7.   "We went to the New York World's Fair, saw what the past had been like, according to the Ford Motor Car Company and Walt Disney, saw what the future would be like, according to General Motors. And I asked myself about the present: how wide it was, how deep it was, how much was mine to keep."

6.   "Here is a lesson in creative writing.

First rule: Do not use semicolons. They are transvestite hermaphrodites representing absolutely nothing. All they do is show you've been to college. 

And I realize some of you may be having trouble deciding whether I am kidding or not. So from now on I will tell you when I'm kidding. 

For instance, join the National Guard or the Marines and teach democracy. I'm kidding. 

We are about to be attacked by Al Qaeda. Wave flags if you have them. That always seems to scare them away. I'm kidding. 

If you want to really hurt your parents, and you don't have the nerve to be gay, the least you can do is go into the arts. I'm not kidding. The arts are not a way to make a living. They are a very human way of making life more bearable. Practicing an art, no matter how well or badly, is a way to make your soul grow, for heaven's sake. Sing in the shower. Dance to the radio. Tell stories. Write a poem to a friend, even a lousy poem. Do it as well as you possibly can. You will get an enormous reward. You will have created something." 

5.  "And I urge you to please notice when you are happy, and exclaim or murmur or think at some point, 'If this isn't nice, I don't know what is."
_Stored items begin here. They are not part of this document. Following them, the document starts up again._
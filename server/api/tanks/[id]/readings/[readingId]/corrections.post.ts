import { ReadingCorrectionSchema, ReadingParams } from '#shared/schemas/sign-off'
import { STAFF_ROLES } from '#shared/vocabulary'

/**
 * POST /api/tanks/:id/readings/:readingId/corrections — corrects a reading with a new,
 * linked entry and a reason; the corrected row stays as it was and the engine uses the
 * correction. Values left out are carried over. Staff only. Returns 201 with the new
 * reading; 409 when the reading was already corrected (correct the latest correction).
 */
export default defineEventHandler(async (event) => {
  const actor = await requireActor(event, STAFF_ROLES)
  const { id, readingId } = await getValidatedRouterParams(event, valid(ReadingParams))
  const tank = requireVisibleTank(actor, id)
  requireReading(tank.id, readingId)
  const input = await readValidatedBody(event, valid(ReadingCorrectionSchema))
  const row = await correctReading(actor, tank.id, readingId, input, requestNow(event))
  setResponseStatus(event, 201)
  return row
})
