/** Every scenario, in the order of the items. */
export const SCENARIOS: readonly Scenario[] = [
  {
    id: 'same-minute-tests',
    item: '1 order',
    aquarist: 'Two tests saved in the same minute: the one entered last (ammonia 1 ppm with fish in) is the one that counts, whatever its id; change water now and re-test.',
    expect: { complete: false, says: [{ rule: 'ammonia.action-threshold', severity: 'danger' }], actions: ['water-change', 'retest'], waterChangeAtMostPercent: 50, blocked: ALL },
    plan: fishIn(31, 30),
    at: { day: 29, hour: 12 },
    tweak: withTests(typed('0-entered-last', 29, 10, { ammoniaN: 0.82 }, 10.1), typed('z-entered-first', 29, 10, { ammoniaN: 0 }, 10.05)),
  },
  {
    id: 'one-dose-overnight-live-rock',
    item: '2 fishless proof',
    aquarist: 'Live rock and one dose cleared overnight, then zeros: not proof. Dose daily for three days and watch each clear before calling it cycled.',
    expect: { complete: false, phases: ['settling'], says: [{ rule: 'cycle.clearance-test' }], actions: ['clearance-test'], blocked: ALL },
    plan: { seed: 2, start: START, days: 6, method: 'fishless', seeding: 'live-rock', doses: [{ day: 0, hour: 10, amountN: DOSE_2PPM_N }], testHour: 18 },
    at: { day: 5, hour: 20 },
  },
  {
    id: 'one-dose-overnight-bottled',
    item: '2 fishless proof',
    aquarist: 'A strong bottled-bacteria product and one 2 ppm dose gone by the next evening, then four days of zeros: the label says cycled, nobody who has lost fish would. Dose daily for three days first.',
    expect: { complete: false, phases: ['settling'], says: [{ rule: 'cycle.clearance-test' }], actions: ['clearance-test'], blocked: ALL },
    plan: { seed: 21, start: START, days: 6, method: 'fishless', seeding: 'bottled', seedCapacityN: 2.5, doses: [{ day: 0, hour: 11, amountN: DOSE_2PPM_N }], testHour: 18 },
    at: { day: 5, hour: 20 },
  },
  {
    id: 'doses-without-amount',
    item: '2 fishless proof',
    aquarist: 'Daily doses logged without amounts: nobody knows what was cleared, so it is not proof yet. Log the amount of the next doses.',
    expect: { complete: false, phases: ['settling'], blocked: ALL, says: [{ rule: 'cycle.clearance-failed', words: 'amount' }] },
    plan: { ...fishlessPlan({ seed: 3, start: START, days: 36 }), doses: fishlessPlan({ seed: 3, start: START, days: 36 }).doses?.map(d => (d.day >= 24 ? { ...d, logAmount: false } : d)) },
    at: { day: 35, hour: 18.7 },
  },
  {
    id: 'fishless-textbook',
    item: '2 fishless proof (must not block)',
    aquarist: 'Bottled bacteria, about 2 ppm daily once nitrite is gone, each dose gone by the next evening for days, then two half water changes for the nitrate: cycled. Fish, invertebrates and soft corals may go in; stony corals wait for time and tested chemistry.',
    expect: { complete: true, phases: ['complete'], allowed: [FISH, INVERTEBRATES, SOFT], blocked: STONY },
    plan: fishlessChanged(7),
    at: { day: 35, hour: 20 },
  },
  {
    id: 'fishless-trace-after-proof',
    item: '2 fishless proof',
    aquarist: 'Proven on day 32, but today\'s test shows a trace of nitrite: re-test in a few hours before anything goes in; if it reads zero the completion stands.',
    expect: { complete: false, phases: ['settling'], actions: ['retest'], blocked: ALL },
    plan: fishlessPlan({ seed: 7, start: START, days: 36 }),
    at: { day: 35, hour: 18.7 },
  },
  {
    id: 'fish-in-nitrite-stage',
    item: '3 fish-in proof (must not block)',
    aquarist: 'Three fish, an ammonia and a nitrite stage, weekly water changes, then well over a week of zeros on daily tests: cycled for the load it carries. A few more fish and soft corals may follow; stony corals wait.',
    expect: { complete: true, phases: ['complete'], allowed: [FISH, INVERTEBRATES, SOFT], blocked: STONY },
    plan: fishIn(5, 40),
    at: { day: 39, hour: 12 },
  },
  {
    id: 'fish-in-too-soon',
    item: '3 fish-in proof',
    aquarist: 'Three fish, nitrite only just gone to zero three days ago: a fish-in tank needs a week of zeros before anything more goes in.',
    expect: { complete: false, blocked: ALL },
    plan: fishIn(5, 40),
    at: { day: 21, hour: 12 },
  },
  {
    id: 'fish-in-seeded',
    item: '3 fish-in proof (must not block)',
    aquarist: 'Live rock carried the fish from day one: no ammonia or nitrite ever showed, nitrate has risen for weeks under their load. It is cycled; blocking it forever would be wrong.',
    expect: { complete: true, phases: ['complete'], allowed: [FISH, INVERTEBRATES, SOFT], blocked: STONY },
    plan: fishIn(6, 30, { seeding: 'live-rock', waterChanges: weekly(13, 29) }),
    at: { day: 29, hour: 12 },
  },
  {
    id: 'stall-low-alkalinity',
    item: '4 stall',
    aquarist: 'Daily doses with nobody topping up alkalinity: ammonia sits high and nitrate stops rising. A stall: check alkalinity and pH, stop dosing.',
    expect: { complete: false, says: [{ rule: 'cycle.stalled' }], actions: ['check-stall'], blocked: ALL },
    plan: { seed: 8, start: START, days: 40, method: 'fishless', seeding: 'bottled', buffered: false, doses: dailyDoses(0, 39, DOSE_2PPM_N), testHour: 18 },
    at: { day: 39, hour: 20 },
  },
  {
    id: 'nitrite-off-the-kit-nitrate-climbing',
    item: '4 stall',
    aquarist: 'Nitrite off the top of the kit for two weeks, but nitrate climbing: the bacteria are working. Not a stall; lower the dose.',
    expect: { complete: false, phases: ['nitrite'], neverSays: ['cycle.stalled'], says: [{ rule: 'dosing.lower' }], blocked: ALL },
    plan: { seed: 9, start: START, days: 24, method: 'fishless', seeding: 'bottled', doses: dailyDoses(0, 23, 2 * DOSE_2PPM_N), testHour: 18 },
    at: { day: 23, hour: 20 },
  },
  {
    id: 'high-nitrate-after-fishless',
    item: '5 gates: nitrate',
    aquarist: 'Cycled after weeks of daily doses, nitrate about 80 ppm as NO3: change water, at most half at a time, before the fish go in.',
    expect: { complete: true, blocked: ALL, says: [{ rule: 'water-change.before-stocking' }], actions: ['water-change'], waterChangeAtMostPercent: 50 },
    plan: fishlessPlan({ seed: 10, start: START, days: 40 }),
    at: { day: 39, hour: 18.7 },
  },
  {
    id: 'phosphate-high',
    item: '5 gates: phosphate',
    aquarist: 'Cycled and the nitrate changed out, but phosphate reads 0.5 ppm from the rock: fish may go in, corals wait until phosphate is down.',
    expect: { complete: true, allowed: [FISH, INVERTEBRATES], blocked: CORALS },
    plan: fishlessChanged(22, { phosphateMgL: () => 0.5 }),
    at: { day: 35, hour: 20 },
  },
  {
    id: 'ph-low',
    item: '5 gates: pH',
    aquarist: 'Cycled, but pH reads 7.6 for days (a closed room full of CO2): a caution, and nothing goes in until pH is back in the reef range.',
    expect: { complete: true, blocked: ALL, says: [{ rule: 'ph.range', severity: 'caution' }] },
    plan: fishlessChanged(23, { pH: day => (day >= 30 ? 7.6 : 8.1) }),
    at: { day: 36, hour: 20 },
  },
  {
    id: 'stony-untested-chemistry',
    item: '5 gates: stony corals, untested chemistry',
    aquarist: 'Cycled two months ago, but alkalinity, calcium and magnesium never tested: no stony corals on a guess; fish and soft corals are fine.',
    expect: { complete: true, allowed: [FISH, SOFT], blocked: STONY },
    plan: fishIn(12, 70),
    at: { day: 69, hour: 12 },
  },
  {
    id: 'natural-seawater-lps-before-sps',
    item: '5 gates: natural seawater, SPS later than LPS (must not block)',
    aquarist: 'Natural seawater steady at about 35.3, chemistry tested and in range, weekly changes, cycled well over a month ago: LPS may go in; SPS waits months longer.',
    expect: { complete: true, allowed: [FISH, INVERTEBRATES, SOFT, LPS], blocked: ['sps-coral'] },
    plan: fishIn(13, 75, { ...reef, salinity: () => 35.3, livestock: [{ day: 0, hour: 7, group: 'fish', count: 2, loadNPerDay: 0.1 }], waterChanges: weekly(6, 74, 30) }),
    at: { day: 74, hour: 12 },
  },
  {
    id: 'large-addition',
    item: '5 gates: stocking rate',
    aquarist: 'Eight fish at once into a tank cycled for three: more fish wait two weeks, test daily.',
    expect: { blocked: ['fish'], says: [{ rule: 'livestock.stocking-rate' }], actions: ['retest'] },
    plan: fishIn(14, 40, { livestock: [{ day: 0, hour: 7, group: 'fish', count: 3, loadNPerDay: 0.35 }, { day: 37, hour: 14, group: 'fish', count: 8, loadNPerDay: 0.9 }] }),
    at: { day: 39, hour: 12 },
  },
  {
    id: 'cycled-left-unfed',
    item: '5 gates: keep feeding',
    aquarist: 'Proven and changed, then left five days with no dose and no animals: still cycled, but dose ammonia now or the bacteria starve.',
    expect: { complete: true, says: [{ rule: 'cycle.keep-feeding' }] },
    plan: { ...fishlessChanged(24), days: 40 },
    at: { day: 39, hour: 20 },
  },
  {
    id: 'nitrate-kit-dead',
    item: '5 gates: nitrate kit that never moves',
    aquarist: 'Doses clear every day but nitrate reads 5 ppm for a fortnight: the nitrate kit is dead, not the cycle. Test with a fresh kit before calling it.',
    expect: { complete: false, phases: ['settling'], says: [{ rule: 'testing.nitrate-kit' }], blocked: ALL },
    plan: { ...fishlessPlan({ seed: 17, start: START, days: 36 }), stuckNitrateStep: 1 },
    at: { day: 35, hour: 18.7 },
  },
  {
    id: 'temperature-danger',
    item: '6 hard limits',
    aquarist: 'A heater stuck on: 31 C with fish in is an emergency, whatever the cycle says.',
    expect: { says: [{ rule: 'temperature.range', severity: 'danger' }], blocked: ALL },
    plan: fishIn(15, 30, { temperatureC: day => (day >= 28 ? 31.2 : 25.5) }),
    at: { day: 29, hour: 12 },
  },
  {
    id: 'salinity-danger',
    item: '6 hard limits',
    aquarist: 'Top-off failed for a week: salinity 38 with fish in is an emergency; bring it down slowly.',
    expect: { says: [{ rule: 'salinity.range', severity: 'danger' }], blocked: ALL },
    plan: fishIn(25, 30, { salinity: day => (day >= 27 ? 38.2 : 35) }),
    at: { day: 29, hour: 12 },
  },
  {
    id: 'nitrite-top-of-kit-with-fish',
    item: '6 hard limits',
    aquarist: 'Six fish in an unseeded tank, nitrite at the top colour of the kit (5 ppm as NO2 or more): an emergency, change water now.',
    expect: { complete: false, says: [{ rule: 'nitrite.high-with-animals', severity: 'danger' }], actions: ['water-change'], waterChangeAtMostPercent: 50 },
    plan: fishIn(26, 22, { seeding: 'none', livestock: [{ day: 0, hour: 7, group: 'fish', count: 6, loadNPerDay: 0.9 }], waterChanges: [] }),
    at: { day: 21, hour: 12 },
  },
  {
    id: 'chronic-free-ammonia',
    item: '6 hard limits: EPA chronic over 4 days',
    aquarist: 'Fish-in with ammonia at 0.5 ppm for four days at pH 8.3: toxic ammonia above the long-term limit all that time. Change water now.',
    expect: { complete: false, says: [{ rule: 'ammonia.free-chronic-average', severity: 'danger' }], actions: ['water-change'], waterChangeAtMostPercent: 50 },
    plan: fishIn(16, 12, { livestock: [{ day: 0, hour: 7, group: 'fish', count: 6, loadNPerDay: 0.7 }], buffered: true, alkalinityDkh: 11, waterChanges: [] }),
    at: { day: 11, hour: 12 },
  },
  {
    id: 'water-change-at-most-half',
    item: '7 water changes',
    aquarist: 'Ammonia 4 ppm with fish in: more than half the water would have to go at once. Change half, re-test, and change again.',
    expect: { complete: false, says: [{ rule: 'ammonia.action-threshold', severity: 'danger' }], actions: ['water-change', 'retest'], waterChangeAtMostPercent: 50 },
    plan: fishIn(27, 10),
    at: { day: 9, hour: 12 },
    tweak: withTests(typed('high-ammonia', 9, 10, { ammoniaN: toNitrogen(4, 'NH3') })),
  },
  {
    id: 'kit-boundary-form',
    item: '8 boundaries',
    aquarist: 'Cycled fish-in tank, one test reads 0.5 ppm ammonia as NH3 (typed in the form): not above the 0.5 ppm action level, so no emergency; re-test tomorrow.',
    expect: { neverSays: ['ammonia.action-threshold'] },
    plan: fishIn(28, 30),
    at: { day: 29, hour: 12 },
    tweak: withTests(typed('half-ppm', 29, 10, { ammoniaN: HALF_PPM_FORM_N })),
  },
  {
    id: 'kit-boundary-csv',
    item: '8 boundaries',
    aquarist: 'The same 0.5 ppm imported by CSV in another basis: judged exactly as the form\'s.',
    expect: { neverSays: ['ammonia.action-threshold'] },
    plan: fishIn(28, 30),
    at: { day: 29, hour: 12 },
    tweak: withTests(typed('half-ppm', 29, 10, { ammoniaN: HALF_PPM_CSV_N })),
  },
  {
    id: 'time-alone-missed-tests',
    item: '9 time alone',
    aquarist: 'Mid-cycle and the client stopped testing three days ago: the verdict must say so without any new reading.',
    expect: { complete: false, says: [{ rule: 'testing.overdue' }], actions: ['test-now'] },
    plan: { ...fishlessPlan({ seed: 18, start: START, days: 15 }) },
    at: { day: 17, hour: 20 },
  },
  {
    id: 'time-alone-lps-wait-runs',
    item: '9 time alone',
    aquarist: 'A reef tank cycled 29 days ago (day 27) with chemistry in range: the LPS wait has a few hours to run, so LPS still wait.',
    expect: { complete: true, allowed: [FISH, SOFT], blocked: STONY },
    plan: lpsWaitPlan,
    at: { day: 56, hour: 12 },
  },
  {
    id: 'time-alone-lps-wait-ends',
    item: '9 time alone (must not block)',
    aquarist: 'The same tank a day later, no new test: the LPS wait has run out, so LPS may go in now; SPS waits months longer.',
    expect: { complete: true, allowed: [FISH, SOFT, LPS], blocked: ['sps-coral'] },
    plan: lpsWaitPlan,
    at: { day: 57, hour: 12 },
  },
  {
    id: 'stall-by-time-alone',
    item: '9 time alone',
    aquarist: 'Nitrite stuck high and flat for two weeks with nitrate not moving: a stall, and it stays one while no test arrives.',
    expect: { complete: false, says: [{ rule: 'cycle.stalled' }] },
    plan: { seed: 30, start: START, days: 36, method: 'fishless', seeding: 'bottled', buffered: false, alkalinityDkh: 6, doses: spacedDoses(0, 35, 2, DOSE_2PPM_N), testHour: 18 },
    at: { day: 36, hour: 20 },
  },
]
4. "A purpose of human life, no matter who is controlling it, is to love whoever is around to be loved." 

3.  "Wake up, you idiots! Whatever made you think that money was so valuable?" 

2.  "Hello babies. Welcome to Earth. It's hot in the summer and cold in the winter. It's round and wet and crowded. On the outside, babies, you've got a hundred years here. There's only one rule that I know of, babies - God damn it, you've got to be kind." 

1.  "Until you die .. it's all life."


Thanks, Kurt.  I'll keep trying.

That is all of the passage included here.